Church in Moscow, Russia

The Church of the Protection of the Holy Virgin on Ostozhenka (Храм Покрова Пресвятой Богородицы на Остоженке) is church of the Moscow diocese of the Russian Orthodox Old-Rite Church located in Moscow (building 1, house 4, Turchaninov Lane). It was constructed in 1907–08 to a design by Vladimir Adamovich and Vladimir Mayat. In 1932 it was closed as a place of worship, and in 1992 was returned to the Ostozhenka Old Belief community. The building has the status of an object of cultural heritage of regional value.

== History ==
At the beginning of the 20th century, the site in the 3rd Ushakovsk (nowadays Turchaninovy) Lane belonged to the Moscow Old Believers merchant Pavel Pavlovich Ryabushinsky. The church was built on this site, with initial laying on August 12, 1907. On August 17, 1908, the raising of crosses on chapters raising eight bells on the bell tower took place. Solemn consecration of the temple was on Sunday, October 12, 1908. On November 8, 1910 a chapel was consecrated in the name of Saint Nicholas.

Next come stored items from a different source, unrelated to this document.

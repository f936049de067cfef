//! Worked vectors that anyone can recompute.

use endgrain::ends::Ends;

use crate::{
    EVEN_ODD_WHOLE, EVEN_WHOLE, ODD_EVEN_WHOLE, ODD_WHOLE, assert_close, forward, inverse, noise, norm, unnormalised,
};

const X: [f64; 4] = [1.0, 2.0, 3.0, 4.0];

/// SciPy 1.17.1, scipy.fft.dct types 1 to 4 without normalisation.
#[test]
fn cosine_sums_of_one_to_four() {
    for (ends, expected) in [
        (EVEN_WHOLE, [15.0, -4.0, 0.0, -1.0]),
        (Ends::EVEN, [20.0, -6.308644059798, 0.0, -0.448341529168]),
        (EVEN_ODD_WHOLE, [11.999626276085, -9.102943217749, 2.617661843511, -1.514344901847]),
        (Ends::EVEN_ODD, [10.181592984263, -9.446695610036, 5.010298174943, -4.689564857457]),
    ] {
        // The source prints 12 decimals.
        assert_close(&unnormalised(ends, &X), &expected, 1e-11, ends.transform());
    }
}

/// SciPy 1.17.1, scipy.fft.dst types 1 to 4 without normalisation.
#[test]
fn sine_sums_of_one_to_four() {
    for (ends, expected) in [
        (ODD_WHOLE, [15.388417685876, -6.881909602356, 3.632712640027, -1.624598481165]),
        (Ends::ODD, [13.065629648764, -5.656854249492, 5.411961001462, -4.0]),
        (ODD_EVEN_WHOLE, [13.137071184544, -1.619914404422, 0.723231346086, -0.519783064948]),
        (Ends::ODD_EVEN, [15.447561493152, -0.446933378671, 1.003150694407, 0.408390933585]),
    ] {
        assert_close(&unnormalised(ends, &X), &expected, 1e-11, ends.transform());
    }
}

/// Ahmed, Natarajan and Rao 1974, IEEE Trans. Computers 23, 90 (scaling); values SciPy 1.17.1, norm="ortho".
#[test]
fn orthonormal_coefficients_of_one_to_four() {
    for (ends, expected) in [
        (Ends::EVEN, [5.0, -2.230442497388, 0.0, -0.158512667781]),
        (Ends::ODD, [4.619397662556, -2.0, 1.913417161825, -1.0]),
        (Ends::EVEN_ODD, [3.599736721227, -3.339911262831, 1.771407907635, -1.658011555761]),
        (Ends::ODD_EVEN, [5.461537742302, -0.158014811399, 0.354667329284, 0.144387999256]),
    ] {
        let c = forward(ends, &X);
        assert_close(&c, &expected, 1e-11, ends.transform());
        // 1 + 4 + 9 + 16, with a few roundings a coefficient.
        assert!((c.iter().map(|v| v * v).sum::<f64>() - 30.0).abs() < 30.0 * 16.0 * f64::EPSILON);
    }
}

/// Parseval in the weighted norm, by hand: 30 less half the square of each sample on an even mirror.
#[test]
fn weighted_energy_of_one_to_four() {
    for (ends, energy) in [(EVEN_WHOLE, 21.5), (EVEN_ODD_WHOLE, 29.5), (ODD_EVEN_WHOLE, 22.0), (ODD_WHOLE, 30.0)] {
        let sum: f64 = forward(ends, &X).iter().map(|v| v * v).sum();
        assert!((sum - energy).abs() < 30.0 * 16.0 * f64::EPSILON, "{}: {sum}", ends.transform());
    }
}

/// SciPy documentation, scipy.fft.dct, Examples.
#[test]
fn documented_cosine_example() {
    // Exact but for a few roundings of the largest sum.
    assert_close(&unnormalised(EVEN_WHOLE, &[4.0, 3.0, 5.0, 10.0]), &[30.0, -8.0, 6.0, -2.0], 1e-14, "DCT-I");
}

/// FFTW manual, sections 4.3.6, 4.8.3, 4.8.4: types II and III undo each other, I and IV themselves, up to the logical
/// size 2(n-1) for DCT-I, 2(n+1) for DST-I and 2n for all others.
#[test]
fn inverse_pairs_and_logical_sizes() {
    let pairs = [
        (EVEN_WHOLE, EVEN_WHOLE, -1.0),
        (ODD_WHOLE, ODD_WHOLE, 1.0),
        (Ends::EVEN, EVEN_ODD_WHOLE, 0.0),
        (EVEN_ODD_WHOLE, Ends::EVEN, 0.0),
        (Ends::ODD, ODD_EVEN_WHOLE, 0.0),
        (ODD_EVEN_WHOLE, Ends::ODD, 0.0),
        (Ends::EVEN_ODD, Ends::EVEN_ODD, 0.0),
        (Ends::ODD_EVEN, Ends::ODD_EVEN, 0.0),
    ];
    for n in [2, 3, 4, 15, 16, 17, 100] {
        let x = noise(n, 2);
        for (first, second, more) in pairs {
            let logical = 2.0 * (n as f64 + more);
            let back: Vec<f64> = unnormalised(second, &unnormalised(first, &x)).iter().map(|v| v / logical).collect();
            assert_close(&back, &x, 1e-13, &format!("{} then {}, n = {n}", first.transform(), second.transform()));
        }
    }
}

/// Makhoul 1980, IEEE Trans. Acoustics, Speech and Signal Processing 28, 27 (equation from memory): the DCT-II of
/// 1, 2, 3, 4 is 2 Re(exp(-i pi k/2N) V_k) with V the DFT of 1, 3, 4, 2.
#[test]
fn cosine_sums_from_a_reordered_real_transform() {
    let c = forward(Ends::Periodic, &[1.0, 3.0, 4.0, 2.0]);
    // Packed constant, cosine, sine, Nyquist: V_0 = sqrt(4) c_0, V_1 = sqrt(4/2)(c_1 - i c_2), V_2 = sqrt(4) c_3.
    let v = [(2.0 * c[0], 0.0), (2_f64.sqrt() * c[1], -2_f64.sqrt() * c[2]), (2.0 * c[3], 0.0)];
    let v = [v[0], v[1], v[2], (v[1].0, -v[1].1)];
    let sums: Vec<f64> = v
        .iter()
        .enumerate()
        .map(|(k, (re, im))| {
            let angle = std::f64::consts::PI * k as f64 / 8.0;
            2.0 * (angle.cos() * re + angle.sin() * im)
        })
        .collect();
    assert_close(&sums, &unnormalised(Ends::EVEN, &X), 1e-12, "Makhoul");
    assert_close(&sums, &[20.0, -6.308644059798, 0.0, -0.448341529168], 1e-11, "SciPy 1.17.1");
}

/// Definition of the DCT-II: half a cycle more over the record for each coefficient, f_k = k/(2 N dt).
#[test]
fn one_cosine_is_one_coefficient() {
    let n = 50;
    for k in 1..n {
        let x: Vec<f64> =
            (0..n).map(|i| (std::f64::consts::PI * (k as f64) * (i as f64 + 0.5) / n as f64).cos()).collect();
        let mut expected = vec![0.0; n];
        expected[k] = (n as f64 / 2.0).sqrt();
        assert_close(&forward(Ends::EVEN, &x), &expected, 1e-12, "one half cycle a step");
        assert_eq!(Ends::EVEN.frequency(n, k), k as f64 / (2.0 * n as f64));
        assert!((norm(&inverse(Ends::EVEN, &expected)) - expected[k]).abs() < 1e-13);
    }
}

In 1932 the temple closed by the resolution of the Mossoviet and transferred "for the cultural purposes of Frunzensky district". The church's icons were transferred to the Tretyakov Gallery. The prior and the chairman of the church community were repressed. In 1966 the All-Union research biotechnical institute moved into the former church. By the early 1990s the church was in a state of disrepair and needed restoration.

In 1992, the Ostozhenskaya Old Believer community of the Russian Orthodox Old-Rite Church was registered. The Moscow City Property Committee transferred the church and the cleric's house (2, Turchaninov Lane) to it, and restoration works began. On February 8, 1998, the raising of church's crosses and bells took place. On December 12, 1999, the church was consecrated.

== Architecture ==
The church is built in the National Romantic style of Art Nouveau. The cubic volume of the temple is topped by a cupola with a cross. The dome stands on a cylindrical drum with the edge reminiscent of those of ancient Novgorod. To the west, the main building is adjoined by a two-storey belfry made in the spirit of Pskov architecture. The runner along the top of the walls is in the same style. The lateral apses are lowered. The windows on facades of the church are placed in semi-circular niches. The gated church porch is at the southern facade and is in the Art Nouveau style.